• Record excerpts
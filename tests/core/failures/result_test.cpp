// Failures travel as values; broken promises of our own code end the program.
#include "core/failures/result.hpp"

#include <sys/wait.h>
#include <unistd.h>

#include <csignal>
#include <cstdio>
#include <memory>
#include <string>

#include "support/catch.hpp"

using namespace antherd;

namespace {

Result<int> half_of(int number) {
  if (number % 2 != 0) return Failure{"halve a number", std::to_string(number), "it is odd", ""};
  return number / 2;
}

/// How a child ends that does `act`.
template <class Act>
int status_of(Act act) {
  const pid_t child = fork();
  if (child == 0) {
    std::signal(SIGABRT, SIG_DFL);
    if (std::freopen("/dev/null", "w", stderr) == nullptr) _exit(9);
    act();
    _exit(0);
  }
  int status = 0;
  waitpid(child, &status, 0);
  return status;
}

}  // namespace

TEST_CASE("a result holds its value or its failure") {
  const Result<int> good = half_of(8);
  REQUIRE(good);
  CHECK(*good == 4);
  const Result<int> bad = half_of(7);
  REQUIRE_FALSE(bad);
  CHECK(bad.failure().why == "it is odd");
}

TEST_CASE("a result hands over what can only be moved") {
  Result<std::unique_ptr<std::string>> made = std::make_unique<std::string>("anther");
  REQUIRE(made);
  CHECK((*made)->size() == 6);
  const std::unique_ptr<std::string> taken = *std::move(made);
  CHECK(*taken == "anther");
}

TEST_CASE("a result may hold a failure as text beside a text") {
  Result<std::string> text = std::string("value");
  REQUIRE(text);
  CHECK(text->size() == 5);
  text = Failure{"a", "b", "c", "d"};
  REQUIRE_FALSE(text);
  const Outcome outcome = Done{};
  CHECK(outcome);
}

TEST_CASE("a failure is one sentence and leaves out what it does not know") {
  const Failure whole{"read the settings", "antherd.toml", "no such file", "nothing was changed"};
  CHECK(whole.sentence() ==
        "could not read the settings (antherd.toml): no such file; nothing was changed");
  CHECK(Failure{"send a letter", "", "", ""}.sentence() == "could not send a letter");
  CHECK(Failure{"send a letter", "", "no route", ""}.sentence() ==
        "could not send a letter: no route");
  CHECK(Failure{"send a letter", "", "", "it waits"}.sentence() ==
        "could not send a letter; it waits");
}

TEST_CASE("a broken promise of our own code aborts, a kept one does not") {
  const int kept = status_of([] { ANTHERD_CHECK(1 + 1 == 2); });
  CHECK(WIFEXITED(kept));
  CHECK(WEXITSTATUS(kept) == 0);
  const int broken_one = status_of([] { ANTHERD_CHECK(1 + 1 == 3); });
  REQUIRE(WIFSIGNALED(broken_one));
  CHECK(WTERMSIG(broken_one) == SIGABRT);
}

• Directions for this task
All lines from the first line of the listing above through the line containing "broken promise of" are to be retyped exactly. Leave out any other line.

• Response below
filename tests/core/failures/result_test.cpp
// Failures travel as values; broken promises of our own code end the program.
#include "core/failures/result.hpp"

#include <sys/wait.h>
#include <unistd.h>

#include <csignal>
#include <cstdio>
#include <memory>
#include <string>

#include "support/catch.hpp"

using namespace antherd;

namespace {

Result<int> half_of(int number) {
  if (number % 2 != 0) return Failure{"halve a number", std::to_string(number), "it is odd", ""};
  return number / 2;
}

/// How a child ends that does `act`.
template <class Act>
int status_of(Act act) {
  const pid_t child = fork();
  if (child == 0) {
    std::signal(SIGABRT, SIG_DFL);
    if (std::freopen("/dev/null", "w", stderr) == nullptr) _exit(9);
    act();
    _exit(0);
  }
  int status = 0;
  waitpid(child, &status, 0);
  return status;
}

}  // namespace

TEST_CASE("a result holds its value or its failure") {
  const Result<int> good = half_of(8);
  REQUIRE(good);
  CHECK(*good == 4);
  const Result<int> bad = half_of(7);
  REQUIRE_FALSE(bad);
  CHECK(bad.failure().why == "it is odd");
}

TEST_CASE("a result hands over what can only be moved") {
  Result<std::unique_ptr<std::string>> made = std::make_unique<std::string>("anther");
  REQUIRE(made);
  CHECK((*made)->size() == 6);
  const std::unique_ptr<std::string> taken = *std::move(made);
  CHECK(*taken == "anther");
}

TEST_CASE("a result may hold a failure as text beside a text") {
  Result<std::string> text = std::string("value");
  REQUIRE(text);
  CHECK(text->size() == 5);
  text = Failure{"a", "b", "c", "d"};
  REQUIRE_FALSE(text);
  const Outcome outcome = Done{};
  CHECK(outcome);
}

TEST_CASE("a failure is one sentence and leaves out what it does not know") {
  const Failure whole{"read the settings", "antherd.toml", "no such file", "nothing was changed"};
  CHECK(whole.sentence() ==
        "could not read the settings (antherd.toml): no such file; nothing was changed");
  CHECK(Failure{"send a letter", "", "", ""}.sentence() == "could not send a letter");
  CHECK(Failure{"send a letter", "", "no route", ""}.sentence() ==
        "could not send a letter: no route");
  CHECK(Failure{"send a letter", "", "", "it waits"}.sentence() ==
        "could not send a letter; it waits");
}

TEST_CASE("a broken promise of our own code aborts, a kept one does not") {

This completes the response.